● **ASSIGNED TASK**: Your task is to print all of the data word for word.
__________________________________________________
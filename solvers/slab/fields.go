package slab

import (
	"fmt"
	"math"

	"betaloom/solvers"
)

// Fields is a mode's fields at a list of heights, for the mode's power as it comes. The time
// factor is exp(j(wt - bz)) and mu0 is 4 pi 1e-7 H/m.
type Fields struct {
	E     [3][]complex128 // along x, y and z at each height, V/m
	H     [3][]complex128 // A/m
	Power float64         // axial, W per metre of width
}

// vacuum is mu0 c, the impedance in ohm that E and H of vacuum have.
const vacuum = 4e-7 * math.Pi * lightSpeed

// Fields evaluates the fields of mode i of the last Solve, whose stack must be as it was, at heights y above the lowest
// interface or ground, in metres. A height on an interface belongs to the layer below; in
// a ground there is no field. The error is an *solvers.InputError for a mode that Solve did not give.
func (s *Solver) Fields(i int, y []float64) (*Fields, error) {
	if i < 0 || i >= len(s.picks) {
		return nil, &solvers.InputError{Where: "slab", Found: fmt.Sprintf("mode %d", i), Expected: fmt.Sprintf("one of the %d solved last", len(s.picks))}
	}
	p := &s.picks[i]
	if lossless(s.out.stack) {
		return fieldsOf(&s.out, &s.real.lines[index(p.tm)], p, y), nil
	}
	return fieldsOf(&s.out, &s.loss.lines[index(p.tm)], p, y), nil
}

func fieldsOf[T scalar](o *output, q *line[T], p *pick, y []float64) *Fields {
	q.turn(index(p.odd))
	derive(q, p)
	defer release(q, p)
	n := widen(root(q.square()).a)
	f := &Fields{Power: axial(o, q, n)}
	for c := range f.E {
		f.E[c], f.H[c] = make([]complex128, len(y)), make([]complex128, len(y))
	}
	for i, v := range y {
		eps, ok := o.medium(v)
		if !ok {
			continue
		}
		psi, phi := q.wave(o.k*v, o.total, p.odd)
		if q.tm { // Hx, and E from curl H = j w eps E
			f.H[0][i] = psi
			f.E[1][i], f.E[2][i] = -n*vacuum*psi/eps, 1i*vacuum*phi
		} else { // Ex, and H from curl E = -j w mu H
			f.E[0][i] = psi
			f.H[1][i], f.H[2][i] = n*psi/vacuum, -1i*phi/vacuum
		}
	}
	return f
}

// medium is the permittivity along y of the layer at a height; there is none in a ground.
func (o *output) medium(y float64) (complex128, bool) {
	s := o.stack
	last := len(s.Layers) - 1
	if s.GroundBottom && y < 0 {
		return 0, false
	}
	top := 0.0
	for i := range s.Layers {
		if l := &s.Layers[i]; !l.HalfSpace {
			top += real(l.Thickness.V)
		}
		if y <= top || i == last && !s.GroundTop {
			return s.Layers[i].Eps[1].V, true
		}
	}
	return 0, false
}

// wave is psi and phi at y over 1/k from the lowest film's lower face, of a stack whose films are total
// high; the upper half of a mirrored one is the image of the lower.
func (q *line[T]) wave(y, total float64, odd bool) (psi, phi complex128) {
	if q.mirror && y > total/2 {
		psi, phi = q.wave(total-y, total, odd)
		if odd {
			return -psi, phi
		}
		return psi, -phi
	}
	y -= q.origin
	if y < 0 {
		return q.beyond(0, -y, 1)
	}
	for i := range q.films {
		f := &q.films[i]
		if y > f.d && (i+1 < len(q.films) || q.ends[1].closure == open) {
			y -= f.d
			continue
		}
		sign := 1.0
		if i >= q.meets {
			y, sign = f.d-y, -1
		}
		v, rise := q.faces[i].slope(y, q.z[i].a, f.d)
		return widen(v), widen(rise/f.live.inv.a) * complex(sign, 0)
	}
	return q.beyond(1, y, -1)
}

// beyond is psi and phi at a distance from the films in a half-space.
func (q *line[T]) beyond(end int, away, sign float64) (psi, phi complex128) {
	e := &q.ends[end]
	if e.closure != open {
		return 0, 0
	}
	v := q.edges[end] * exp(-q.rates[end]*num[T](away))
	return widen(v), widen(q.rates[end]*v/e.live.inv.a) * complex(sign, 0)
}

// slope is psi and psi' at the distance y from the face that was entered.
func (f *face[T]) slope(y float64, z T, d float64) (psi, rise T) {
	if d == 0 {
		return f.psi, f.rise
	}
	r := y / d
	if !evanescent(z) {
		fn, factor := entire(z * num[T](r*r))
		bend := z * num[T](r/d) // k^2 y
		return (f.psi*fn[0] + f.rise*num[T](y)*fn[1]) * num[T](1/factor), (f.rise*fn[0] - f.psi*bend*fn[1]) * num[T](1/factor)
	}
	x := sqrt(-z)
	e := exp(-x)
	a, b := (f.psi-f.end*e)/(1-e*e)*exp(-x*num[T](r)), (f.end-f.psi*e)/(1-e*e)*exp(-x*num[T](1-r))
	return a + b, (b - a) * x * num[T](1/d)
}

// axial is the axial power of psi, W per metre of width.
func axial[T scalar](o *output, q *line[T], n complex128) float64 {
	sum := 0.0
	add := func(c *coefs[T], i2 float64) {
		if q.tm {
			sum += vacuum * real(n*widen(c.b.a)) * i2
		} else {
			sum += real(n) / vacuum * i2
		}
	}
	for i := range q.films {
		i2, _ := q.moments(i)
		add(&q.films[i].live, i2)
	}
	for i := range q.ends {
		if e := &q.ends[i]; e.closure == open {
			v := modulus(q.edges[i])
			add(&e.live, v*v/(2*re(q.rates[i])))
		}
	}
	if q.mirror {
		sum *= 2
	}
	return sum / (2 * o.k)
}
__________________________________________________
● **SOLUTION TO THE PROBLEM**:
filename solvers/slab/fields.go
package slab

import (
	"fmt"
	"math"

	"betaloom/solvers"
)

// Fields is a mode's fields at a list of heights, for the mode's power as it comes. The time
// factor is exp(j(wt - bz)) and mu0 is 4 pi 1e-7 H/m.
type Fields struct {
	E     [3][]complex128 // along x, y and z at each height, V/m
	H     [3][]complex128 // A/m
	Power float64         // axial, W per metre of width
}

// vacuum is mu0 c, the impedance in ohm that E and H of vacuum have.
const vacuum = 4e-7 * math.Pi * lightSpeed

// Fields evaluates the fields of mode i of the last Solve, whose stack must be as it was, at heights y above the lowest
// interface or ground, in metres. A height on an interface belongs to the layer below; in
// a ground there is no field. The error is an *solvers.InputError for a mode that Solve did not give.
func (s *Solver) Fields(i int, y []float64) (*Fields, error) {
	if i < 0 || i >= len(s.picks) {
		return nil, &solvers.InputError{Where: "slab", Found: fmt.Sprintf("mode %d", i), Expected: fmt.Sprintf("one of the %d solved last", len(s.picks))}
	}
	p := &s.picks[i]
	if lossless(s.out.stack) {
		return fieldsOf(&s.out, &s.real.lines[index(p.tm)], p, y), nil
	}
	return fieldsOf(&s.out, &s.loss.lines[index(p.tm)], p, y), nil
}

func fieldsOf[T scalar](o *output, q *line[T], p *pick, y []float64) *Fields {
	q.turn(index(p.odd))
	derive(q, p)
	defer release(q, p)
	n := widen(root(q.square()).a)
	f := &Fields{Power: axial(o, q, n)}
	for c := range f.E {
		f.E[c], f.H[c] = make([]complex128, len(y)), make([]complex128, len(y))
	}
	for i, v := range y {
		eps, ok := o.medium(v)
		if !ok {
			continue
		}
		psi, phi := q.wave(o.k*v, o.total, p.odd)
		if q.tm { // Hx, and E from curl H = j w eps E
			f.H[0][i] = psi
			f.E[1][i], f.E[2][i] = -n*vacuum*psi/eps, 1i*vacuum*phi
		} else { // Ex, and H from curl E = -j w mu H
			f.E[0][i] = psi
			f.H[1][i], f.H[2][i] = n*psi/vacuum, -1i*phi/vacuum
		}
	}
	return f
}

// medium is the permittivity along y of the layer at a height; there is none in a ground.
func (o *output) medium(y float64) (complex128, bool) {
	s := o.stack
	last := len(s.Layers) - 1
	if s.GroundBottom && y < 0 {
		return 0, false
	}
	top := 0.0
	for i := range s.Layers {
		if l := &s.Layers[i]; !l.HalfSpace {
			top += real(l.Thickness.V)
		}
		if y <= top || i == last && !s.GroundTop {
			return s.Layers[i].Eps[1].V, true
		}
	}
	return 0, false
}

// wave is psi and phi at y over 1/k from the lowest film's lower face, of a stack whose films are total
// high; the upper half of a mirrored one is the image of the lower.
func (q *line[T]) wave(y, total float64, odd bool) (psi, phi complex128) {
	if q.mirror && y > total/2 {
		psi, phi = q.wave(total-y, total, odd)
		if odd {
			return -psi, phi
		}
		return psi, -phi
	}
	y -= q.origin
	if y < 0 {
		return q.beyond(0, -y, 1)
	}
	for i := range q.films {
		f := &q.films[i]
		if y > f.d && (i+1 < len(q.films) || q.ends[1].closure == open) {
			y -= f.d
			continue
		}
		sign := 1.0
		if i >= q.meets {
			y, sign = f.d-y, -1
		}
		v, rise := q.faces[i].slope(y, q.z[i].a, f.d)
		return widen(v), widen(rise/f.live.inv.a) * complex(sign, 0)
	}
	return q.beyond(1, y, -1)
}

// beyond is psi and phi at a distance from the films in a half-space.
func (q *line[T]) beyond(end int, away, sign float64) (psi, phi complex128) {
	e := &q.ends[end]
	if e.closure != open {
		return 0, 0
	}
	v := q.edges[end] * exp(-q.rates[end]*num[T](away))
	return widen(v), widen(q.rates[end]*v/e.live.inv.a) * complex(sign, 0)
}

// slope is psi and psi' at the distance y from the face that was entered.
func (f *face[T]) slope(y float64, z T, d float64) (psi, rise T) {
	if d == 0 {
		return f.psi, f.rise
	}
	r := y / d
	if !evanescent(z) {
		fn, factor := entire(z * num[T](r*r))
		bend := z * num[T](r/d) // k^2 y
		return (f.psi*fn[0] + f.rise*num[T](y)*fn[1]) * num[T](1/factor), (f.rise*fn[0] - f.psi*bend*fn[1]) * num[T](1/factor)
	}
	x := sqrt(-z)
	e := exp(-x)
	a, b := (f.psi-f.end*e)/(1-e*e)*exp(-x*num[T](r)), (f.end-f.psi*e)/(1-e*e)*exp(-x*num[T](1-r))
	return a + b, (b - a) * x * num[T](1/d)
}

// axial is the axial power of psi, W per metre of width.
func axial[T scalar](o *output, q *line[T], n complex128) float64 {
	sum := 0.0
	add := func(c *coefs[T], i2 float64) {
		if q.tm {
			sum += vacuum * real(n*widen(c.b.a)) * i2
		} else {
			sum += real(n) / vacuum * i2
		}
	}
	for i := range q.films {
		i2, _ := q.moments(i)
		add(&q.films[i].live, i2)
	}
	for i := range q.ends {
		if e := &q.ends[i]; e.closure == open {
			v := modulus(q.edges[i])
			add(&e.live, v*v/(2*re(q.rates[i])))
		}
	}
	if q.mirror {
		sum *= 2
	}
	return sum / (2 * o.k)
}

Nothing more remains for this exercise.